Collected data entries

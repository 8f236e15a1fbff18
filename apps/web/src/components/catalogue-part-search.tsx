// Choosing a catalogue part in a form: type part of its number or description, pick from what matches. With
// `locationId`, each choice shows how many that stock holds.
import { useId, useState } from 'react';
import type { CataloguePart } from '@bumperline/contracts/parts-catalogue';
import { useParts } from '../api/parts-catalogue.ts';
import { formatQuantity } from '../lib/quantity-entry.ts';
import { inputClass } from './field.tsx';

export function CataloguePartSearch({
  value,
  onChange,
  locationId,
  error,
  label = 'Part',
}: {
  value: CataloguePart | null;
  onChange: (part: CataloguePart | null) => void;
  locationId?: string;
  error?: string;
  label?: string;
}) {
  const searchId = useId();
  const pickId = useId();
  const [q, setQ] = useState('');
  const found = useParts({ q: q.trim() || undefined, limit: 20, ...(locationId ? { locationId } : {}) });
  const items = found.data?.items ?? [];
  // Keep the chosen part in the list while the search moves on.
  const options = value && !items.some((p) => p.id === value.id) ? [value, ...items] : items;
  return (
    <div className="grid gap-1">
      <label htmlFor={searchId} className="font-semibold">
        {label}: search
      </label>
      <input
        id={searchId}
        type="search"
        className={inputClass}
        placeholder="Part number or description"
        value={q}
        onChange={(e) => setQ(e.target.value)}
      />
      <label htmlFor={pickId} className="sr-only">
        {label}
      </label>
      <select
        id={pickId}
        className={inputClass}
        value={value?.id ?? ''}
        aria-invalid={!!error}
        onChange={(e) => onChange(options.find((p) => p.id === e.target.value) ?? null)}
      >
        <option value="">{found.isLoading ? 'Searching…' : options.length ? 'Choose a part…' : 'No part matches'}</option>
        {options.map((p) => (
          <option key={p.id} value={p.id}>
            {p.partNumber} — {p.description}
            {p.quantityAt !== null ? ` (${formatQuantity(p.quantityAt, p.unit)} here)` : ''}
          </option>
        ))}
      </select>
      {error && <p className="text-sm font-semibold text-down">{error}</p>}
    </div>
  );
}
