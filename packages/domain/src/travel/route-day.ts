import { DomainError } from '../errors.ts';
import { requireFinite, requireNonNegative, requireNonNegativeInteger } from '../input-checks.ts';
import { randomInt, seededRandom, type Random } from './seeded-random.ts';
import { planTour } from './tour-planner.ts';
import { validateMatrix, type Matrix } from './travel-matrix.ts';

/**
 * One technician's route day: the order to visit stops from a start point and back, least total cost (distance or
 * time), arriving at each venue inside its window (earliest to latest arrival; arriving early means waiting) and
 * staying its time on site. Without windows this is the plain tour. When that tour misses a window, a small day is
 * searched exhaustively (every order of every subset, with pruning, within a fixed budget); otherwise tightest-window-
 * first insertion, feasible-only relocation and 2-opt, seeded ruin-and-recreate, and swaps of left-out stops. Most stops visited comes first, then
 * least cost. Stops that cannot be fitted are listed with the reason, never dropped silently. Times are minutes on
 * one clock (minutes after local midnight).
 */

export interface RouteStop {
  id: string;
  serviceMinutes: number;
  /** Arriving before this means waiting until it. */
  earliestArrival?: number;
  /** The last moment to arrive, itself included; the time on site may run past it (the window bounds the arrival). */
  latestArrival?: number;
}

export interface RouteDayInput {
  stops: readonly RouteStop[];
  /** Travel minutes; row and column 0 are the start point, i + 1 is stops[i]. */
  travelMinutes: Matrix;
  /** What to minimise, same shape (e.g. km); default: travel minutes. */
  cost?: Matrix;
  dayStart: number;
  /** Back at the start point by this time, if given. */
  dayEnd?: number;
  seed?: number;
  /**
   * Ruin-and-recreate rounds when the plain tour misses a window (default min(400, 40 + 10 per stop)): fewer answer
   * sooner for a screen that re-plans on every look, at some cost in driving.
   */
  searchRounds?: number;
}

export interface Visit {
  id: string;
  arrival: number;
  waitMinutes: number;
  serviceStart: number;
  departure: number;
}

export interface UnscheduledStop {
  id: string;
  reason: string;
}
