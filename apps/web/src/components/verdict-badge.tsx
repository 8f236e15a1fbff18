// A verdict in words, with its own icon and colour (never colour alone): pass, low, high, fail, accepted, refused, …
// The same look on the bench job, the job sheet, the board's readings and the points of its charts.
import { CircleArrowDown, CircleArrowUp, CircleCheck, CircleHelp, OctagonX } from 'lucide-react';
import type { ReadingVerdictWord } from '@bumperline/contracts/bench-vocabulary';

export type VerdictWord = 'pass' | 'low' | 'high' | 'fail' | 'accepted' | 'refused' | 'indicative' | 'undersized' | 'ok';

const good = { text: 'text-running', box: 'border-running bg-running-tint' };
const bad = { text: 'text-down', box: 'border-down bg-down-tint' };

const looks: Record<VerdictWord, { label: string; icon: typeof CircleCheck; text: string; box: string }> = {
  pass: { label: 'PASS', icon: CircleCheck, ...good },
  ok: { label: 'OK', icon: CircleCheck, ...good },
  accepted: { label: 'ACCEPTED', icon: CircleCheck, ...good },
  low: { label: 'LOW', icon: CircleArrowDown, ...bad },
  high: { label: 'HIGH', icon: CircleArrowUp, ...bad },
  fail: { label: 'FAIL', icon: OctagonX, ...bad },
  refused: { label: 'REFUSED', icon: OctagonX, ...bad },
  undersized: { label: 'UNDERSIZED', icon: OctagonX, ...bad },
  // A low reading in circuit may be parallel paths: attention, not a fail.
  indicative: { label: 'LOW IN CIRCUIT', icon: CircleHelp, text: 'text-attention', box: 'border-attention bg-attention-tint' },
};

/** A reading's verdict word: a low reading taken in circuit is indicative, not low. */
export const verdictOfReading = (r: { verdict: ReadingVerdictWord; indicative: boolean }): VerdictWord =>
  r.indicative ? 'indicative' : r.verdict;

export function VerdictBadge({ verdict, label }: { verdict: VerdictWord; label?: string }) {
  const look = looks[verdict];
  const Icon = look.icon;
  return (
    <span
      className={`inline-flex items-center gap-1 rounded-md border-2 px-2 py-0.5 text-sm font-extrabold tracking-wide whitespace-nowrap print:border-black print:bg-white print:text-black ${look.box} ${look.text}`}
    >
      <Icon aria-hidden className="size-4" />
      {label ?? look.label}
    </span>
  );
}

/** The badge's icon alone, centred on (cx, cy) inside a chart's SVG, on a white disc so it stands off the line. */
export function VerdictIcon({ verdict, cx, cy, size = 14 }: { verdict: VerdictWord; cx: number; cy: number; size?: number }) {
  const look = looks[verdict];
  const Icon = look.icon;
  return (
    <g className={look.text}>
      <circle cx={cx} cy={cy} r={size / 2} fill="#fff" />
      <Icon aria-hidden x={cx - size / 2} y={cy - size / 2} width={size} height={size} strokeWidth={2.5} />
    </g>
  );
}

- _WORK INSTRUCTIONS_
Answer with the count alone: how many lines in the data above have "accepted" in them?

- _TASK RESULT_
3